"""One writer per store: a lock file inside the store naming its holder.

The lock is ``<store>/sweep.lock``, created whole (written to a temporary file, then
hard-linked to its name: atomic, and refused if the name exists, on local and NFSv3+
filesystems) and holding JSON: host, pid, the process's own start time, when the run
started, its role and its Slurm job. A lock whose holder is a dead process on this host (or a live process
with another start time, i.e. a reused pid) is stale and taken over; a lock from another
host cannot be checked from here and is only broken on request (``--break-lock``), unless
it names the Slurm job it ran in: a job that Slurm no longer lists as running is gone.

The same files serve two other purposes (``role``): ``"run"`` is a whole ``sweep run``
holding the store; ``"shards"`` is a shard briefly holding it to create the store, take its
claim or fold completion records (others wait for it); and the per-shard claims of
``sweep.store.claims`` are lock files of their own, one per shard, with the same stale rules.
"""

from __future__ import annotations

import contextlib
import datetime as _dt
import errno
import json
import os
import socket
import uuid
from dataclasses import asdict, dataclass
from pathlib import Path

import psutil

from sweep.errors import StoreError
from sweep.batch import jobs

LOCK_NAME = "sweep.store.lock"


class LockHeld(StoreError):
    """Another live ``sweep run`` holds the store."""


@dataclass(frozen=True)
class Holder:
    host: str
    pid: int
    process_started: float
    started: str
    role: str = "run"  # "run": a whole `sweep run`; "shards": a shard's short setup or clean-up
    job: str = ""  # the holder's Slurm job (``sweep.batch.jobs.job_id``), when it runs in one

    def describe(self) -> str:
        job = f", Slurm job {self.job}" if self.job else ""
        return f"pid {self.pid} on host {self.host}{job}, running since {self.started}"


def me(role: str = "run") -> Holder:
    """This process as a holder (with its Slurm job id, if any)."""
    return Holder(socket.gethostname(), os.getpid(), psutil.Process().create_time(),
                  _dt.datetime.now(_dt.timezone.utc).isoformat(timespec="seconds"), role, jobs.job_id())


def read(store: Path, name: str = LOCK_NAME) -> Holder | None:
    """The current holder, or None when unlocked. An unreadable lock file reads as a dead holder."""
    try:
        data = json.loads((store / name).read_text(encoding="utf-8"))
        return Holder(str(data["host"]), int(data["pid"]), float(data["process_started"]), str(data["started"]),
                      str(data.get("role", "run")), str(data.get("job", "")))
    except FileNotFoundError:
        return None
    except (ValueError, KeyError, TypeError, OSError):
        return Holder("?", -1, 0.0, "?")


def is_stale(holder: Holder) -> bool | None:
    """True if the holder is certainly gone, False if alive, None if it can't be told (other host)."""
    if holder.pid < 0:
        return True
    if holder.host != socket.gethostname():
        return jobs.is_gone(holder.job) if holder.job else None
    try:
        return abs(psutil.Process(holder.pid).create_time() - holder.process_started) > 1.0
    except psutil.NoSuchProcess:
        return True


def acquire(store: Path, break_lock: bool = False) -> Holder:
    """Take the store's lock for this process, taking over a stale one.

    Raises
    ------
    LockHeld
        If a live process holds it, or a process on another host and ``break_lock`` is false.
    StoreError
        If the lock file cannot be written (e.g. a read-only filesystem).
    """
    holder = me()
    other = take(store, holder, break_lock)
    if other is None:
        return holder
    if other.pid == -2:
        raise LockHeld(f"{store}: could not take the lock; another process keeps taking it")
    stale = is_stale(other)
    if stale is False and other.role == "shards":
        raise LockHeld(f"{store}: a shard (`sweep run --shard`) is setting up in this store ({other.describe()}); "
                       "try again in a moment")
    if stale is False:
        raise LockHeld(f"{store}: another `sweep run` is writing this store ({other.describe()}); "
                       "wait for it to finish or stop it")
    raise LockHeld(f"{store}: locked by {other.describe()}, which cannot be checked from here; "
                   "if that run is dead, rerun with --break-lock")


def take(folder: Path, holder: Holder, break_lock: bool = False, name: str = LOCK_NAME) -> Holder | None:
    """Create the lock file ``folder/name`` for ``holder``, taking over a stale one.

    Returns
    -------
    Holder or None
        None once taken; otherwise the live holder (or one on another host that cannot be
        checked and ``break_lock`` is false). A holder with pid -2 means the file kept
        changing hands during three attempts.

    Raises
    ------
    StoreError
        If the lock file cannot be written (e.g. a read-only filesystem).
    """
    for _ in range(3):
        if _create(folder, holder, name):
            return None
        other = read(folder, name)
        if other is None:
            continue  # released between our attempt and the read
        stale = is_stale(other)
        if stale is False or (stale is None and not break_lock):
            return other
        _remove(folder, other, name)
    return Holder("?", -2, 0.0, "?")


def _create(store: Path, me: Holder, name: str = LOCK_NAME) -> bool:
    """Create the lock file whole, or not at all.

    The content is written to a private temporary file first and hard-linked to the lock's
    name (``link`` fails if the name exists, atomically, also on NFS): a lock created with
    O_EXCL and written afterwards is empty for a moment, and a process reading it then would
    take it for a dead holder's and remove it (seen with four shards starting at once).
    """
    target = store / name
    tmp = store / f".{name}.{socket.gethostname()}.{os.getpid()}.{uuid.uuid4().hex[:8]}.tmp"
    try:
        with open(tmp, "x", encoding="utf-8") as f:
            json.dump(asdict(me), f)
            f.flush()
            os.fsync(f.fileno())
        try:
            os.link(tmp, target)
        except FileExistsError:
            return False
        except OSError as exc:
            if exc.errno not in _NO_HARD_LINKS:
                raise
            return _create_exclusive(target, me)
        return True
    except OSError as exc:
        raise StoreError(f"{store}: cannot create the lock file {name}: {exc.strerror}") from exc
    finally:
        with contextlib.suppress(OSError):  # e.g. a read-only store: the error above says so
            tmp.unlink(missing_ok=True)


_NO_HARD_LINKS = {errno.EPERM, errno.EOPNOTSUPP, errno.ENOTSUP, errno.EMLINK, errno.EXDEV}


def _create_exclusive(target: Path, me: Holder) -> bool:
    """For file systems without hard links: O_EXCL, then write (briefly empty; see ``_create``)."""
    try:
        fd = os.open(target, os.O_CREAT | os.O_EXCL | os.O_WRONLY, 0o644)
    except FileExistsError:
        return False
    with os.fdopen(fd, "w", encoding="utf-8") as f:
        json.dump(asdict(me), f)
        f.flush()
        os.fsync(f.fileno())
    return True


def _remove(store: Path, expected: Holder, name: str = LOCK_NAME) -> None:
    """Remove the lock only if it still names ``expected``.

    It is first renamed aside (atomic), then checked: if a live holder had taken it over in
    between, it is linked back, so two processes taking over one stale lock at once cannot
    delete each other's.
    """
    target = store / name
    if read(store, name) != expected:
        return
    aside = store / f".{name}.{os.getpid()}.{uuid.uuid4().hex[:8]}.removed"
    try:
        os.rename(target, aside)
    except FileNotFoundError:
        return
    if read(store, aside.name) != expected:
        try:
            os.link(aside, target)  # someone else's lock after all: put it back
        except OSError:
            pass
    aside.unlink(missing_ok=True)


def release(store: Path, me: Holder, name: str = LOCK_NAME) -> None:
    """Give the lock back, if it is still ours."""
    _remove(store, me, name)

[WORK TO BE COMPLETED]: Produce an exact copy of the whole listing.

[RESPONSE BELOW]:
"""One writer per store: a lock file inside the store naming its holder.

The lock is ``<store>/sweep.lock``, created whole (written to a temporary file, then
hard-linked to its name: atomic, and refused if the name exists, on local and NFSv3+
filesystems) and holding JSON: host, pid, the process's own start time, when the run
started, its role and its Slurm job. A lock whose holder is a dead process on this host (or a live process
with another start time, i.e. a reused pid) is stale and taken over; a lock from another
host cannot be checked from here and is only broken on request (``--break-lock``), unless
it names the Slurm job it ran in: a job that Slurm no longer lists as running is gone.

The same files serve two other purposes (``role``): ``"run"`` is a whole ``sweep run``
holding the store; ``"shards"`` is a shard briefly holding it to create the store, take its
claim or fold completion records (others wait for it); and the per-shard claims of
``sweep.store.claims`` are lock files of their own, one per shard, with the same stale rules.
"""

from __future__ import annotations

import contextlib
import datetime as _dt
import errno
import json
import os
import socket
import uuid
from dataclasses import asdict, dataclass
from pathlib import Path

import psutil

from sweep.errors import StoreError
from sweep.batch import jobs

LOCK_NAME = "sweep.store.lock"


class LockHeld(StoreError):
    """Another live ``sweep run`` holds the store."""


@dataclass(frozen=True)
class Holder:
    host: str
    pid: int
    process_started: float
    started: str
    role: str = "run"  # "run": a whole `sweep run`; "shards": a shard's short setup or clean-up
    job: str = ""  # the holder's Slurm job (``sweep.batch.jobs.job_id``), when it runs in one

    def describe(self) -> str:
        job = f", Slurm job {self.job}" if self.job else ""
        return f"pid {self.pid} on host {self.host}{job}, running since {self.started}"


def me(role: str = "run") -> Holder:
    """This process as a holder (with its Slurm job id, if any)."""
    return Holder(socket.gethostname(), os.getpid(), psutil.Process().create_time(),
                  _dt.datetime.now(_dt.timezone.utc).isoformat(timespec="seconds"), role, jobs.job_id())


def read(store: Path, name: str = LOCK_NAME) -> Holder | None:
    """The current holder, or None when unlocked. An unreadable lock file reads as a dead holder."""
    try:
        data = json.loads((store / name).read_text(encoding="utf-8"))
        return Holder(str(data["host"]), int(data["pid"]), float(data["process_started"]), str(data["started"]),
                      str(data.get("role", "run")), str(data.get("job", "")))
    except FileNotFoundError:
        return None
    except (ValueError, KeyError, TypeError, OSError):
        return Holder("?", -1, 0.0, "?")


def is_stale(holder: Holder) -> bool | None:
    """True if the holder is certainly gone, False if alive, None if it can't be told (other host)."""
    if holder.pid < 0:
        return True
    if holder.host != socket.gethostname():
        return jobs.is_gone(holder.job) if holder.job else None
    try:
        return abs(psutil.Process(holder.pid).create_time() - holder.process_started) > 1.0
    except psutil.NoSuchProcess:
        return True


def acquire(store: Path, break_lock: bool = False) -> Holder:
    """Take the store's lock for this process, taking over a stale one.

    Raises
    ------
    LockHeld
        If a live process holds it, or a process on another host and ``break_lock`` is false.
    StoreError
        If the lock file cannot be written (e.g. a read-only filesystem).
    """
    holder = me()
    other = take(store, holder, break_lock)
    if other is None:
        return holder
    if other.pid == -2:
        raise LockHeld(f"{store}: could not take the lock; another process keeps taking it")
    stale = is_stale(other)
    if stale is False and other.role == "shards":
        raise LockHeld(f"{store}: a shard (`sweep run --shard`) is setting up in this store ({other.describe()}); "
                       "try again in a moment")
    if stale is False:
        raise LockHeld(f"{store}: another `sweep run` is writing this store ({other.describe()}); "
                       "wait for it to finish or stop it")
    raise LockHeld(f"{store}: locked by {other.describe()}, which cannot be checked from here; "
                   "if that run is dead, rerun with --break-lock")


def take(folder: Path, holder: Holder, break_lock: bool = False, name: str = LOCK_NAME) -> Holder | None:
    """Create the lock file ``folder/name`` for ``holder``, taking over a stale one.

    Returns
    -------
    Holder or None
        None once taken; otherwise the live holder (or one on another host that cannot be
        checked and ``break_lock`` is false). A holder with pid -2 means the file kept
        changing hands during three attempts.

    Raises
    ------
    StoreError
        If the lock file cannot be written (e.g. a read-only filesystem).
    """
    for _ in range(3):
        if _create(folder, holder, name):
            return None
        other = read(folder, name)
        if other is None:
            continue  # released between our attempt and the read
        stale = is_stale(other)
        if stale is False or (stale is None and not break_lock):
            return other
        _remove(folder, other, name)
    return Holder("?", -2, 0.0, "?")


def _create(store: Path, me: Holder, name: str = LOCK_NAME) -> bool:
    """Create the lock file whole, or not at all.

    The content is written to a private temporary file first and hard-linked to the lock's
    name (``link`` fails if the name exists, atomically, also on NFS): a lock created with
    O_EXCL and written afterwards is empty for a moment, and a process reading it then would
    take it for a dead holder's and remove it (seen with four shards starting at once).
    """
    target = store / name
    tmp = store / f".{name}.{socket.gethostname()}.{os.getpid()}.{uuid.uuid4().hex[:8]}.tmp"
    try:
        with open(tmp, "x", encoding="utf-8") as f:
            json.dump(asdict(me), f)
            f.flush()
            os.fsync(f.fileno())
        try:
            os.link(tmp, target)
        except FileExistsError:
            return False
        except OSError as exc:
            if exc.errno not in _NO_HARD_LINKS:
                raise
            return _create_exclusive(target, me)
        return True
    except OSError as exc:
        raise StoreError(f"{store}: cannot create the lock file {name}: {exc.strerror}") from exc
    finally:
        with contextlib.suppress(OSError):  # e.g. a read-only store: the error above says so
            tmp.unlink(missing_ok=True)


_NO_HARD_LINKS = {errno.EPERM, errno.EOPNOTSUPP, errno.ENOTSUP, errno.EMLINK, errno.EXDEV}


def _create_exclusive(target: Path, me: Holder) -> bool:
    """For file systems without hard links: O_EXCL, then write (briefly empty; see ``_create``)."""
    try:
        fd = os.open(target, os.O_CREAT | os.O_EXCL | os.O_WRONLY, 0o644)
    except FileExistsError:
        return False
    with os.fdopen(fd, "w", encoding="utf-8") as f:
        json.dump(asdict(me), f)
        f.flush()
        os.fsync(f.fileno())
    return True


def _remove(store: Path, expected: Holder, name: str = LOCK_NAME) -> None:
    """Remove the lock only if it still names ``expected``.

    It is first renamed aside (atomic), then checked: if a live holder had taken it over in
    between, it is linked back, so two processes taking over one stale lock at once cannot
    delete each other's.
    """
    target = store / name
    if read(store, name) != expected:
        return
    aside = store / f".{name}.{os.getpid()}.{uuid.uuid4().hex[:8]}.removed"
    try:
        os.rename(target, aside)
    except FileNotFoundError:
        return
    if read(store, aside.name) != expected:
        try:
            os.link(aside, target)  # someone else's lock after all: put it back
        except OSError:
            pass
    aside.unlink(missing_ok=True)


def release(store: Path, me: Holder, name: str = LOCK_NAME) -> None:
    """Give the lock back, if it is still ours."""
    _remove(store, me, name)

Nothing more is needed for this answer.